(Stored items)
■ ■ ■ ■

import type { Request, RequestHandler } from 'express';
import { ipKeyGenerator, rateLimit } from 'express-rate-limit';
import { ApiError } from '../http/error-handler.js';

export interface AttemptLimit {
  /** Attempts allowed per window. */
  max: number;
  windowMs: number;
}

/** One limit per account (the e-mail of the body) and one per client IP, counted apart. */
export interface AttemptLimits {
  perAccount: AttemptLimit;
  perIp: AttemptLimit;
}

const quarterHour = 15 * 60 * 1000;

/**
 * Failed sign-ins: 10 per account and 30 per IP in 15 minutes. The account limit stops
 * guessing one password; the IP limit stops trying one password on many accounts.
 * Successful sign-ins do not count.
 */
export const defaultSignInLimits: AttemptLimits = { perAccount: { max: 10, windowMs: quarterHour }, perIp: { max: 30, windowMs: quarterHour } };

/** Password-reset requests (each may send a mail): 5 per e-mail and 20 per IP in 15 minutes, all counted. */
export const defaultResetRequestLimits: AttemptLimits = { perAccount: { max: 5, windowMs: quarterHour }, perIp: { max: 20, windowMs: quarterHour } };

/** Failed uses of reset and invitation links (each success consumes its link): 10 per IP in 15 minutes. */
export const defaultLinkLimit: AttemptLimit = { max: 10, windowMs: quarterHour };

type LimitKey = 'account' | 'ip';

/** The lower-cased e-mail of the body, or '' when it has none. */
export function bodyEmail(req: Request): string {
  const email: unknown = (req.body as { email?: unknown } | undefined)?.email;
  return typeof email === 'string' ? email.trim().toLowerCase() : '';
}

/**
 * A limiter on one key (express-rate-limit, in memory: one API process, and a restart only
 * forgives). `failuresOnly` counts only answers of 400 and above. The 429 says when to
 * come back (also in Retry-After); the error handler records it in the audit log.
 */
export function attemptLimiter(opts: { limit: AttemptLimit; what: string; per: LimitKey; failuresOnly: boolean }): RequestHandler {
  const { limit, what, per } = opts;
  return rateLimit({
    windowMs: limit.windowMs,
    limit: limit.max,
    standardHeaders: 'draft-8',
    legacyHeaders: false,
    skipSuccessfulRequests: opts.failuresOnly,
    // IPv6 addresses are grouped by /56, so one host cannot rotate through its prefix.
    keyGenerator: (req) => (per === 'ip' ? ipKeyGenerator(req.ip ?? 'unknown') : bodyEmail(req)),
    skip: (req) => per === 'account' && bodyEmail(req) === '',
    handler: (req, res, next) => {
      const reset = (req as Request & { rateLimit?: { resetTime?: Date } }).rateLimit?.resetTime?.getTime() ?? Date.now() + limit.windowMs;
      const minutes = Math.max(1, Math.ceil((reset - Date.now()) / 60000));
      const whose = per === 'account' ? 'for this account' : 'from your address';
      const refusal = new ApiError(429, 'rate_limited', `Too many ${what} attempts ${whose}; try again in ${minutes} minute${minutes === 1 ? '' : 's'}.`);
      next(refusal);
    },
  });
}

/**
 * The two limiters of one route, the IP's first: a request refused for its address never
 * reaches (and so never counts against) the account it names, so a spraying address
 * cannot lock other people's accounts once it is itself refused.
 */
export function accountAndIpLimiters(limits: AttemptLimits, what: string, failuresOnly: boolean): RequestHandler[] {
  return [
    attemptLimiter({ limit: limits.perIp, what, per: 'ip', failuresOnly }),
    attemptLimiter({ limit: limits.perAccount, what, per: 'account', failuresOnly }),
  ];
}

■ ■ ■ ■

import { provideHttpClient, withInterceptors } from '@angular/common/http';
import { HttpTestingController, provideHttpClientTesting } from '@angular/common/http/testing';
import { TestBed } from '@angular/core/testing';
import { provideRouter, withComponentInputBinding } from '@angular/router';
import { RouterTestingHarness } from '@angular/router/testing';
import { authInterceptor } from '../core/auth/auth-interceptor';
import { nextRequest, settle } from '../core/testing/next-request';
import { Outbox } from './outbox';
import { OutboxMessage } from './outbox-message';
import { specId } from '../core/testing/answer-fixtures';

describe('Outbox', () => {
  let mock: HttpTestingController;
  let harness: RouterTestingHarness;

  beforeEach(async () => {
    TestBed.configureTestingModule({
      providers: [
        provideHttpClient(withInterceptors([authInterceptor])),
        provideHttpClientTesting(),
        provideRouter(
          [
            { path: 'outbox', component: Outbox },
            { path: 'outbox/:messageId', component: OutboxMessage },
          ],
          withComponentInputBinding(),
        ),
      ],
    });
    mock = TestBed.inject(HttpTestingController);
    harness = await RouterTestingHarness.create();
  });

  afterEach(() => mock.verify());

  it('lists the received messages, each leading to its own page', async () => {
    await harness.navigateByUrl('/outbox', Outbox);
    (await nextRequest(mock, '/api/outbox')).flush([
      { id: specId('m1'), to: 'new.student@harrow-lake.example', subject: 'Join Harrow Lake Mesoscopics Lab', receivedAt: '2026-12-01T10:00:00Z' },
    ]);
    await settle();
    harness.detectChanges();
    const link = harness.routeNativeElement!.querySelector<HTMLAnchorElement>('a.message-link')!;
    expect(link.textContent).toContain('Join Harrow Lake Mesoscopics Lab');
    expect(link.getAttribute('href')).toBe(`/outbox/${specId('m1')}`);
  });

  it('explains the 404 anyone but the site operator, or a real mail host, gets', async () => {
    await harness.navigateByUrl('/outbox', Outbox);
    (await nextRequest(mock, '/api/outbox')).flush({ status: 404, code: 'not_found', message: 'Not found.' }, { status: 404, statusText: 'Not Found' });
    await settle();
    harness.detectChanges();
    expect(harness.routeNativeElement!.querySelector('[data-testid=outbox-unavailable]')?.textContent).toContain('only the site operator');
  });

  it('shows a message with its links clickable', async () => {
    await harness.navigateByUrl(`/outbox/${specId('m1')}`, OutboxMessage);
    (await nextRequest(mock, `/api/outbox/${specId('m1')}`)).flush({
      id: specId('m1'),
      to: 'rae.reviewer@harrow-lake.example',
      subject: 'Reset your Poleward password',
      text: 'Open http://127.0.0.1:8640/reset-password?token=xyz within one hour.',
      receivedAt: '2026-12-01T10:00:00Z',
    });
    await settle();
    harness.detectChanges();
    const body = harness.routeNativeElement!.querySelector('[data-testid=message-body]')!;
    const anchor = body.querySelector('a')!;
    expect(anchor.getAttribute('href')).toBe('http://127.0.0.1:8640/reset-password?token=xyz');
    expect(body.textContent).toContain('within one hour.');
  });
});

■ ■ ■ ■

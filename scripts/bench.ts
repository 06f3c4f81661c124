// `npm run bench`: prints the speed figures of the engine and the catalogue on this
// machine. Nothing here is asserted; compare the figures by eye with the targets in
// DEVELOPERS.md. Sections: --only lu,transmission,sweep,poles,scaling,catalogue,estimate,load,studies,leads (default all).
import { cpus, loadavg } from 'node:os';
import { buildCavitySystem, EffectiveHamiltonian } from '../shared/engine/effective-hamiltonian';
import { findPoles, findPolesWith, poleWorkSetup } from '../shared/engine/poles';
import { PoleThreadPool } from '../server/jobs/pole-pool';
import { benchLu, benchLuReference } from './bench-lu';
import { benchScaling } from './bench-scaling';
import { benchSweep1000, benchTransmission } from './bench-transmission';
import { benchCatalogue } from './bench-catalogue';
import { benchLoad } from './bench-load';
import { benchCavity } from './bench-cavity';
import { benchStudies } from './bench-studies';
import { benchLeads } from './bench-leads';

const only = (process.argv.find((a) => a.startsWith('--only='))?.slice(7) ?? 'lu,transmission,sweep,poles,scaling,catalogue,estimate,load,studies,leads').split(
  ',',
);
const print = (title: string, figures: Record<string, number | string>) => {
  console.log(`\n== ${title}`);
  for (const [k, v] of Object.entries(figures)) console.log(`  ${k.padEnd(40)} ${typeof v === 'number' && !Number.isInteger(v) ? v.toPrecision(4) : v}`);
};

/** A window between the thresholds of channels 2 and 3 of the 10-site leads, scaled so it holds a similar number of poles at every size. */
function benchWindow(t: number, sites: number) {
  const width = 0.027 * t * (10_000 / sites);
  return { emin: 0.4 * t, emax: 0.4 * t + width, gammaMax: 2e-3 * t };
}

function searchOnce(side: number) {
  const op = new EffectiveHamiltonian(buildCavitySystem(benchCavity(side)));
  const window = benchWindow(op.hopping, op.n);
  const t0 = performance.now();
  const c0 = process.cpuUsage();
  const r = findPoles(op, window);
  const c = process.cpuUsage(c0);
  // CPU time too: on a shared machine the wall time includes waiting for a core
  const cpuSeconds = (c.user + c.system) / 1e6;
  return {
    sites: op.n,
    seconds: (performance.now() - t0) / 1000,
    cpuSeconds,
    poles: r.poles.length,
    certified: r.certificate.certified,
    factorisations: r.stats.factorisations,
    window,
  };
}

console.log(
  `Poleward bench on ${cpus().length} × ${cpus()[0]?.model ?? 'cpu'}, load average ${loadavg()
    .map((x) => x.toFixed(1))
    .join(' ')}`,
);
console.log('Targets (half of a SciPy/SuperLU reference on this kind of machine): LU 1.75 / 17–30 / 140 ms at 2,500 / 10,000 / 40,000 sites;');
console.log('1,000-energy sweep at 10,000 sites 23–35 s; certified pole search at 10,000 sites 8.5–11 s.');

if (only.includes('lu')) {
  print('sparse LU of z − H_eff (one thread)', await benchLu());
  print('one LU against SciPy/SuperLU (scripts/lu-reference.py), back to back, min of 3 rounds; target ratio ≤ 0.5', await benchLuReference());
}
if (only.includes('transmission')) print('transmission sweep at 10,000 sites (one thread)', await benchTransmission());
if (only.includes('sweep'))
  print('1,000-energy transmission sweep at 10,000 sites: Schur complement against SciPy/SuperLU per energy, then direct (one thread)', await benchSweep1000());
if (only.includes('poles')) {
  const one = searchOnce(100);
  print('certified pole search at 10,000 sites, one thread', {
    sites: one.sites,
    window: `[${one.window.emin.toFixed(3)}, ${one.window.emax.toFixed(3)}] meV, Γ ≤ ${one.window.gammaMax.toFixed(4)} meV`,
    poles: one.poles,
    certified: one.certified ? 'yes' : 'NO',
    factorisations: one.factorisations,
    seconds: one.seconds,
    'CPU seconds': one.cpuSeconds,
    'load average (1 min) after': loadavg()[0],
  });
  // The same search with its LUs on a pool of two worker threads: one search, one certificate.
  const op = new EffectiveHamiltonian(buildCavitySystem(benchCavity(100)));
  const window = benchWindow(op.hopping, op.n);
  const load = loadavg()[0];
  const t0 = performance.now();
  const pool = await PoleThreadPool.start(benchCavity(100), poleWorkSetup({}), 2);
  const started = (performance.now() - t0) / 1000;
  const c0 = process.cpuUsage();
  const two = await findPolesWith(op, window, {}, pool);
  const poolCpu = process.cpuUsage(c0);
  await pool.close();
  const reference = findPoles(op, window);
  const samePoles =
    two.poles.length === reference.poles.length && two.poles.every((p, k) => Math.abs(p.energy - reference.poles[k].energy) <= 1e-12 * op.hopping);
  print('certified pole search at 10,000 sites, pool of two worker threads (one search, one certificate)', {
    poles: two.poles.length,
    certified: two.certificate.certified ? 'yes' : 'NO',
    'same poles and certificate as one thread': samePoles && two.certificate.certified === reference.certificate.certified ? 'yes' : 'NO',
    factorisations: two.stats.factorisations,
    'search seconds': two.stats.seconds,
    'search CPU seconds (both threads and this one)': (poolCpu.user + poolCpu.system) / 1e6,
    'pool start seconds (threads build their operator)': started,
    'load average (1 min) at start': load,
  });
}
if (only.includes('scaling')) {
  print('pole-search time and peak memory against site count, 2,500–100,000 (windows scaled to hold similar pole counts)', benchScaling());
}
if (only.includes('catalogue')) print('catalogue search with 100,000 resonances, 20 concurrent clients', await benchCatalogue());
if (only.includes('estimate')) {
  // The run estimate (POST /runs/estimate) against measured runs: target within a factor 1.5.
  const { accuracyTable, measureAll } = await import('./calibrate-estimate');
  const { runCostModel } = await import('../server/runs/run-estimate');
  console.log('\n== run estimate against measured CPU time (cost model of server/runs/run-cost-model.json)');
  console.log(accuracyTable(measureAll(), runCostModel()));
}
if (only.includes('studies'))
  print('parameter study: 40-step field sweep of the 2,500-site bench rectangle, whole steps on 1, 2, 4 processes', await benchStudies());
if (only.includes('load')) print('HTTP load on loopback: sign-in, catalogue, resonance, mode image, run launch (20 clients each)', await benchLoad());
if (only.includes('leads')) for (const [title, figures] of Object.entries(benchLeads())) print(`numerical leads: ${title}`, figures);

■ ■ ■ ■

[Your objective] Given the records above, reproduce precisely and only the lines between the line holding "const c = process.cpuUsage(c0);" and the line holding "const started = (performance.now()", inclusive.

[The answer]
  const c = process.cpuUsage(c0);
  // CPU time too: on a shared machine the wall time includes waiting for a core
  const cpuSeconds = (c.user + c.system) / 1e6;
  return {
    sites: op.n,
    seconds: (performance.now() - t0) / 1000,
    cpuSeconds,
    poles: r.poles.length,
    certified: r.certificate.certified,
    factorisations: r.stats.factorisations,
    window,
  };
}

console.log(
  `Poleward bench on ${cpus().length} × ${cpus()[0]?.model ?? 'cpu'}, load average ${loadavg()
    .map((x) => x.toFixed(1))
    .join(' ')}`,
);
console.log('Targets (half of a SciPy/SuperLU reference on this kind of machine): LU 1.75 / 17–30 / 140 ms at 2,500 / 10,000 / 40,000 sites;');
console.log('1,000-energy sweep at 10,000 sites 23–35 s; certified pole search at 10,000 sites 8.5–11 s.');

if (only.includes('lu')) {
  print('sparse LU of z − H_eff (one thread)', await benchLu());
  print('one LU against SciPy/SuperLU (scripts/lu-reference.py), back to back, min of 3 rounds; target ratio ≤ 0.5', await benchLuReference());
}
if (only.includes('transmission')) print('transmission sweep at 10,000 sites (one thread)', await benchTransmission());
if (only.includes('sweep'))
  print('1,000-energy transmission sweep at 10,000 sites: Schur complement against SciPy/SuperLU per energy, then direct (one thread)', await benchSweep1000());
if (only.includes('poles')) {
  const one = searchOnce(100);
  print('certified pole search at 10,000 sites, one thread', {
    sites: one.sites,
    window: `[${one.window.emin.toFixed(3)}, ${one.window.emax.toFixed(3)}] meV, Γ ≤ ${one.window.gammaMax.toFixed(4)} meV`,
    poles: one.poles,
    certified: one.certified ? 'yes' : 'NO',
    factorisations: one.factorisations,
    seconds: one.seconds,
    'CPU seconds': one.cpuSeconds,
    'load average (1 min) after': loadavg()[0],
  });
  // The same search with its LUs on a pool of two worker threads: one search, one certificate.
  const op = new EffectiveHamiltonian(buildCavitySystem(benchCavity(100)));
  const window = benchWindow(op.hopping, op.n);
  const load = loadavg()[0];
  const t0 = performance.now();
  const pool = await PoleThreadPool.start(benchCavity(100), poleWorkSetup({}), 2);
  const started = (performance.now() - t0) / 1000;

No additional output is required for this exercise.